= South China Church =

South China Church is an Evangelical denomination of China. In 1990 or 1991, it formed as an offshoot of Peter Xu's "All Ranges Church" which is also known as the Born Again Movement. Its former head Gong Shengliang was sentenced to a death penalty, but this sentence has since been commuted to life imprisonment. The South China Church is a banned church deemed a cult by authorities. The main criticism outside of that is that they are fundamentalist and charismatic. The official hostility to the church has garnered it support among several groups concerned with religious persecution. It is an "underground church" so membership figures are uncertain, but most estimates state it has tens of thousands of members.

== Imprisoned Members ==
Xu Fuming: was sentenced to life in prison in 2002.

Sun Minghua: born on June 13, 1965, in Hubei province.
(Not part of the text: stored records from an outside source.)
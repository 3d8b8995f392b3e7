package order

import (
	"bytes"
	"compress/gzip"
	"encoding/csv"
	"fmt"
	"os"
	"path/filepath"
	"slices"
	"strconv"
	"strings"
	"testing"

	"github.com/stretchr/testify/require"

	"pairloom/sparse/chain"
	"pairloom/sparse/gen"
	"pairloom/sparse/oracle"
	"pairloom/sparse/source"
)

func matrixSpec(inputs ...string) source.Spec {
	return source.Spec{Kind: source.Matrix, Inputs: inputs, Degrees: -1}
}

// matrixBoundary reads the published blocks back, every byte checked.
func matrixBoundary(t *testing.T, dir string, c *chain.Complex) [][][]uint32 {
	out := make([][][]uint32, len(c.Cells))
	out[0] = make([][]uint32, c.Cells[0])
	for k := 1; k < len(c.Cells); k++ {
		m, err := chain.OpenBlock(dir, k, false)
		require.NoError(t, err)
		require.Equal(t, [2]uint32{c.Cells[k-1], c.Cells[k]}, [2]uint32{m.Rows, m.Cols})
		out[k] = make([][]uint32, m.Cols)
		for j := range m.Cols {
			out[k][j] = append(out[k][j], m.Column(j, nil)...)
		}
		require.NoError(t, m.Close())
	}
	return out
}

// matrixShapes says by counting which blocks are graphs, by rows and by columns.
func matrixShapes(boundary [][][]uint32) (rows, cols []bool) {
	rows, cols = make([]bool, len(boundary)), make([]bool, len(boundary))
	for k := 1; k < len(boundary); k++ {
		rows[k], cols[k] = true, true
		for _, c := range boundary[k] {
			cols[k] = cols[k] && len(c) <= 2
		}
		for _, r := range gen.Transpose(len(boundary[k-1]), boundary[k]) {
			rows[k] = rows[k] && len(r) <= 2
		}
	}
	return rows, cols
}

// matrixText writes entries in random order; odd ones once or three times, some even ones twice.
func matrixText(r *gen.Rand, rows int, columns [][]uint32) string {
	var lines []string
	for j, c := range columns {
		for i := range rows {
			_, odd := slices.BinarySearch(c, uint32(i))
			copies := 2 * r.IntN(6) / 5
			if odd {
				copies = 1 + copies/2*2
			} else {
				copies = copies / 2 * 2
			}
			for range copies {
				lines = append(lines, fmt.Sprintf("%d %d %d\n", i+1, j+1, 1-2*r.IntN(2)))
			}
			if r.IntN(9) == 0 {
				lines = append(lines, fmt.Sprintf("%d %d %d\n", i+1, j+1, 4*r.IntN(3)))
			}
		}
	}
	shuffled := make([]string, len(lines))
	for i, at := range r.Perm(len(lines)) {
		shuffled[i] = lines[at]
	}
	return fmt.Sprintf("%%%%MatrixMarket matrix coordinate integer general\n%d %d %d\n", rows, len(columns), len(lines)) + strings.Join(shuffled, "")
}

// Random chains, as written and shuffled with repeated entries, straight and transposed,
// cut or not, at any first degree, come back as they were.
func TestMatrixChains(t *testing.T) {
	for seed := range uint64(60) {
		r := gen.New(seed)
		f := gen.Chain(r, []int{1, r.IntN(3), r.IntN(3), 1}, []int{0, r.IntN(9), r.IntN(9), r.IntN(5)}, r.IntN(6))
		dir, turned, first := t.TempDir(), r.IntN(2) == 0, 1+r.IntN(3)
		spec := source.Spec{Kind: source.Matrix, Degrees: -1, FacesInCols: turned, FacesInRows: !turned, FirstDegree: first}
		for k := 1; k < len(f.Boundary); k++ {
			rows, columns := len(f.Boundary[k-1]), f.Boundary[k]
			if turned {
				rows, columns = len(columns), gen.Transpose(rows, columns)
			}
			path := filepath.Join(dir, fmt.Sprintf("d%d.mtx", k))
			require.NoError(t, os.WriteFile(path, []byte(matrixText(r, rows, columns)), 0o644))
			spec.Inputs = append(spec.Inputs, path)
		}
		want := append(make([][][]uint32, first-1), f.Boundary...)
		want[first-1] = make([][]uint32, len(f.Boundary[0]))
		if k := first + r.IntN(3); r.IntN(2) == 0 {
			spec.Degrees = k
			want = want[:min(k+2, len(want))]
		}
		out := t.TempDir()
		c, err := Matrix(t.Context(), spec, out, 2, source.Quiet{})
		require.NoError(t, err)
		got := matrixBoundary(t, out, c)
		for k := range want {
			require.Len(t, got[k], len(want[k]), "seed %d", seed)
			for j := range want[k] {
				require.Equal(t, want[k][j], got[k][j], "seed %d, column %d of block %d", seed, j, k)
			}
		}
		rows, cols := matrixShapes(got)
		require.Equal(t, rows, c.RowsAtMost2)
		require.Equal(t, cols, c.ColsAtMost2)
		require.Equal(t, spec.Degrees >= 0 && spec.Degrees < first+2, c.Truncated)
		require.True(t, c.KeepZero)
		require.Equal(t, chain.ByColumn, c.Naming)
		claimed := 0
		if first > 1 {
			claimed = first
		}
		require.Equal(t, claimed, c.First)
		read, err := chain.Read(out)
		require.NoError(t, err)
		require.Equal(t, c, read)
		left, err := filepath.Glob(filepath.Join(out, ".*"))
		require.NoError(t, err)
		require.Empty(t, left)
	}
}

// The same folder, byte by byte, from the matrices as they are and from their
// transposes, compressed or not, with one thread or two.
func TestMatrixForms(t *testing.T) {
	for seed := range uint64(20) {
		r := gen.New(seed)
		f := gen.Chain(r, []int{1, r.IntN(3), 1}, []int{0, 2 + r.IntN(9), r.IntN(9)}, r.IntN(6))
		var want map[string]string
		for form := range 4 {
			dir, out := t.TempDir(), t.TempDir()
			spec := matrixSpec()
			spec.FacesInCols, spec.FacesInRows = form&1 > 0, form&1 == 0
			for k := 1; k < len(f.Boundary); k++ {
				rows, columns, path := len(f.Boundary[k-1]), f.Boundary[k], filepath.Join(dir, fmt.Sprintf("d%d.mtx", k))
				if spec.FacesInCols {
					rows, columns = len(columns), gen.Transpose(rows, columns)
				}
				text := []byte(matrixText(r, rows, columns))
				if form&2 > 0 {
					path, text = path+".gz", matrixSqueezed(t, text)
				}
				require.NoError(t, os.WriteFile(path, text, 0o644))
				spec.Inputs = append(spec.Inputs, path)
			}
			_, err := Matrix(t.Context(), spec, out, 1+form&1, source.Quiet{})
			require.NoError(t, err)
			got := files(t, out)
			if want == nil {
				want = got
			}
			require.Equal(t, want, got, "seed %d, form %d", seed, form)
		}
	}
}

func matrixSqueezed(t *testing.T, text []byte) []byte {
	var b bytes.Buffer
	z := gzip.NewWriter(&b)
	_, err := z.Write(text)
	require.NoError(t, err)
	require.NoError(t, z.Close())
	return b.Bytes()
}

// With a first degree above 1 the arrays of values begin one degree below it.
func TestMatrixFirstDegreeValues(t *testing.T) {
	d2, out := matrixFile(t, "3 2 4", "1 1", "2 1", "2 2", "3 2"), t.TempDir()
	spec := matrixSpec(d2)
	spec.FirstDegree, spec.FacesInRows = 2, true
	spec.ValueFiles = []string{valueFile(t, "1\n2\n4\n"), valueFile(t, "3\n5\n")}
	c, err := Matrix(t.Context(), spec, out, 1, source.Quiet{})
	require.NoError(t, err)
	require.Equal(t, []uint32{0, 3, 2}, c.Cells)
	require.Equal(t, 2, c.First)
	table, err := chain.OpenTable(out)
	require.NoError(t, err)
	defer table.Close()
	for k, want := range [][]float64{{}, {1, 2, 4}, {3, 5}} {
		for j, v := range want {
			require.Equal(t, v, table.Value(k, uint32(j)))
		}
	}
	spec.ValueFiles[1] = valueFile(t, "3\n3\n")
	_, err = Matrix(t.Context(), spec, t.TempDir(), 1, source.Quiet{})
	require.ErrorContains(t, err, "2-cell 1 enters at 3, before its face 2 at 4")
}

// Public boundary matrices, which are stored transposed: shape, nonzeros and rank of
// testdata/matrix_published.csv, from the metadata of the group JGD_Homology (V. Welker,
// J.-G. Dumas, 2008) of the SuiteSparse Matrix Collection; published_rank is theirs,
// rank_mod_2 was computed by elimination by a program apart from this one.
func TestMatrixPublished(t *testing.T) {
	file, err := os.Open("testdata/matrix_published.csv")
	require.NoError(t, err)
	defer file.Close()
	lines, err := csv.NewReader(file).ReadAll()
	require.NoError(t, err)
	require.Greater(t, len(lines), 50)
	complexes := map[string]*ranked{}
	for _, l := range lines[1:] {
		if complexes[l[1]] == nil {
			complexes[l[1]] = publishedComplex(t, strings.Fields(l[1]))
		}
		f, n := complexes[l[1]], numbersOf(t, l[2:])
		k, dir := n[0], t.TempDir()
		path := filepath.Join(dir, l[0]+".mtx")
		require.NoError(t, gen.WriteMatrix(path, len(f.Boundary[k]), gen.Transpose(len(f.Boundary[k-1]), f.Boundary[k])))
		spec := matrixSpec(path)
		spec.FacesInCols = true
		c, err := Matrix(t.Context(), spec, dir, 1, source.Quiet{})
		require.NoError(t, err)
		m, err := chain.OpenBlock(dir, 1, false)
		require.NoError(t, err)
		require.Equal(t, []int{n[2], n[1], n[3], k + 1}, []int{int(m.Rows), int(m.Cols), int(m.Nonzeros()), int(m.Width)}, l[0])
		require.NoError(t, m.Close())
		rank := f.rank[k]
		if n[2] <= 800 {
			rank = oracle.Rank(n[2], matrixBoundary(t, dir, c)[1])
		}
		require.Equal(t, n[5], rank, l[0])
		require.Equal(t, n[4], rank, "published rank of %s", l[0])
	}
}

// ranked is a complex with the ranks of its boundaries by the textbook reduction.
type ranked struct {
	*gen.Filtered
	rank []int
}

func publishedComplex(t *testing.T, name []string) *ranked {
	f, n := new(gen.Filtered), numbersOf(t, name[1:])
	switch name[0] {
	case "chessboard":
		f = gen.Chessboard(n[0], n[1])
	case "matching":
		f = gen.Matching(n[0])
	default:
		f = gen.NotConnected(n[0], n[1])
	}
	p, rank := oracle.Reduce(f.Boundary), []int{0}
	for k := 1; k < len(f.Boundary); k++ {
		rank = append(rank, len(f.Boundary[k])-len(p.Births(k)))
	}
	return &ranked{f, rank}
}

func numbersOf(t *testing.T, text []string) (out []int) {
	for _, s := range text {
		n, err := strconv.Atoi(s)
		require.NoError(t, err)
		out = append(out, n)
	}
	return out
}

func TestMatrixValues(t *testing.T) {
	for seed := range uint64(40) {
		r := gen.New(seed)
		f := gen.Simplicial(r, 8, 3, 12, 4)
		dir := t.TempDir()
		paths, err := gen.WriteMarket(dir, "d", f.Boundary)
		require.NoError(t, err)
		if len(paths) == 0 {
			continue
		}
		spec := matrixSpec(paths...)
		spec.FacesInRows = true
		for k, v := range f.Values {
			path := filepath.Join(dir, fmt.Sprintf("v%d.npy", k))
			if seed%2 == 0 {
				require.NoError(t, gen.WriteNPY(path, []int{len(v)}, v))
			} else {
				path = filepath.Join(dir, fmt.Sprintf("v%d.csv", k))
				require.NoError(t, os.WriteFile(path, []byte(strings.Trim(strings.ReplaceAll(fmt.Sprint(v), " ", "\n"), "[]")), 0o644))
			}
			spec.ValueFiles = append(spec.ValueFiles, path)
		}
		spec.Degrees = []int{-1, 0, 1}[seed%3]
		out := t.TempDir()
		c, err := Matrix(t.Context(), spec, out, 1, source.Quiet{})
		require.NoError(t, err)
		require.False(t, c.KeepZero)
		table, err := chain.OpenTable(out)
		require.NoError(t, err)
		for k := range c.Cells {
			for j, v := range f.Values[k] {
				require.Equal(t, v, table.Value(k, uint32(j)))
			}
		}
		table.Close()
	}
}
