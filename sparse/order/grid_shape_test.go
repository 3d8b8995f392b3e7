package order

import (
	"context"
	"encoding/binary"
	"fmt"
	"math"
	"os"
	"runtime"
	"strings"
	"testing"

	"github.com/stretchr/testify/require"

	"pairloom/sparse/source"
)

// fieldArray is an array file of float32 values of a smooth field on shape, C order.
func fieldArray(shape ...int) string {
	n, text := 1, ""
	for _, k := range shape {
		n *= k
		text += fmt.Sprint(k, ", ")
	}
	head := fmt.Sprintf("{'descr': '<f4', 'fortran_order': False, 'shape': (%s), }\n", text)
	out := append([]byte("\x93NUMPY\x01\x00"), byte(len(head)), byte(len(head)>>8))
	out = append(out, head...)
	for i := range n {
		v, rest := 0.0, i
		for a := len(shape) - 1; a >= 0; a-- {
			v += math.Sin(float64(7+2*a) * float64(rest%shape[a]) / float64(shape[a]))
			rest /= shape[a]
		}
		out = binary.LittleEndian.AppendUint32(out, math.Float32bits(float32(v)))
	}
	return string(out)
}

// The numbers of cells depend on the shape and on where values sit, not on the values:
// all rows cubical_* of checks/persistence.csv, column cells_by_dim.
func TestGridCounts(t *testing.T) {
	for _, c := range []struct {
		name   string
		shape  []int
		voxels string
		cells  []uint32
	}{
		{"cubical_fashion_0, _1, _9", []int{28, 28}, "vertices", []uint32{784, 1512, 729}},
		{"cubical_volcano_vertex", []int{87, 61}, "vertices", []uint32{5307, 10466, 5160}},
		{"cubical_volcano_top", []int{87, 61}, "cells", []uint32{5456, 10762, 5307}},
		{"cubical_dem_block", []int{72, 72}, "vertices", []uint32{5184, 10224, 5041}},
		{"cubical_mri_block", []int{64, 64}, "cells", []uint32{4225, 8320, 4096}},
		{"cubical_brain_volume", []int{16, 18, 16}, "vertices", []uint32{4608, 12992, 12210, 3825}},
	} {
		path := place(t, "in.npy", fieldArray(c.shape...))
		for degrees := -1; degrees <= len(c.shape); degrees++ {
			spec := source.Spec{Kind: source.Grid, Inputs: []string{path}, Voxels: c.voxels, Degrees: degrees, MemoryBytes: testBudget}
			dir := t.TempDir()
			got, err := Grid(context.Background(), spec, dir, 2, source.Quiet{})
			require.NoError(t, err, c.name)
			want, claimed := c.cells, len(c.shape)
			if degrees >= 0 && degrees < len(c.shape) {
				want, claimed = c.cells[:degrees+2], degrees
			}
			require.Equal(t, want, got.Cells, c.name)
			require.Equal(t, claimed, got.Degrees, c.name)
			require.Equal(t, claimed < len(c.shape), got.Truncated, c.name)
			for name := range files(t, dir) {
				require.False(t, strings.HasSuffix(name, ".part"), name)
			}
		}
	}
}

// A smooth field of 48³ values: time, heap taken and bytes published, per cell.
func BenchmarkGrid(b *testing.B) {
	path := place(b, "in.npy", fieldArray(48, 48, 48))
	for _, voxels := range []string{"vertices", "cells"} {
		b.Run(voxels, func(b *testing.B) {
			spec := source.Spec{Kind: source.Grid, Inputs: []string{path}, Voxels: voxels, Degrees: -1, MemoryBytes: testBudget}
			var cells, published uint64
			var before, after runtime.MemStats
			runtime.ReadMemStats(&before)
			for b.Loop() {
				dir, err := os.MkdirTemp(b.TempDir(), "")
				require.NoError(b, err)
				c, err := Grid(context.Background(), spec, dir, 1, source.Quiet{})
				require.NoError(b, err)
				cells, published = 0, 0
				for _, n := range c.Cells {
					cells += uint64(n)
				}
				entries, err := os.ReadDir(dir)
				require.NoError(b, err)
				for _, e := range entries {
					info, err := e.Info()
					require.NoError(b, err)
					published += uint64(info.Size())
				}
				require.NoError(b, os.RemoveAll(dir))
			}
			runtime.ReadMemStats(&after)
			each := float64(cells) * float64(b.N)
			b.ReportMetric(float64(b.Elapsed().Nanoseconds())/each, "ns/cell")
			b.ReportMetric(float64(after.TotalAlloc-before.TotalAlloc)/each, "heap-bytes/cell")
			b.ReportMetric(float64(published)/float64(cells), "file-bytes/cell")
		})
	}
}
Influenced by her Christian mother, she became a disciple of Christ in 1984; and in 1986, she devoted herself to preaching the gospel.

Sun was arrested in September 2001, on suspicion of organizing and utilizing a cult organization to undermine law enforcement. At the time she was a council member in charge of finances for the SCC. The trial for the charges related to organizing a cult was held December 2001, when Sun was sentenced to life in prison. At a later High Court hearing, this sentence was reduced to 12 years.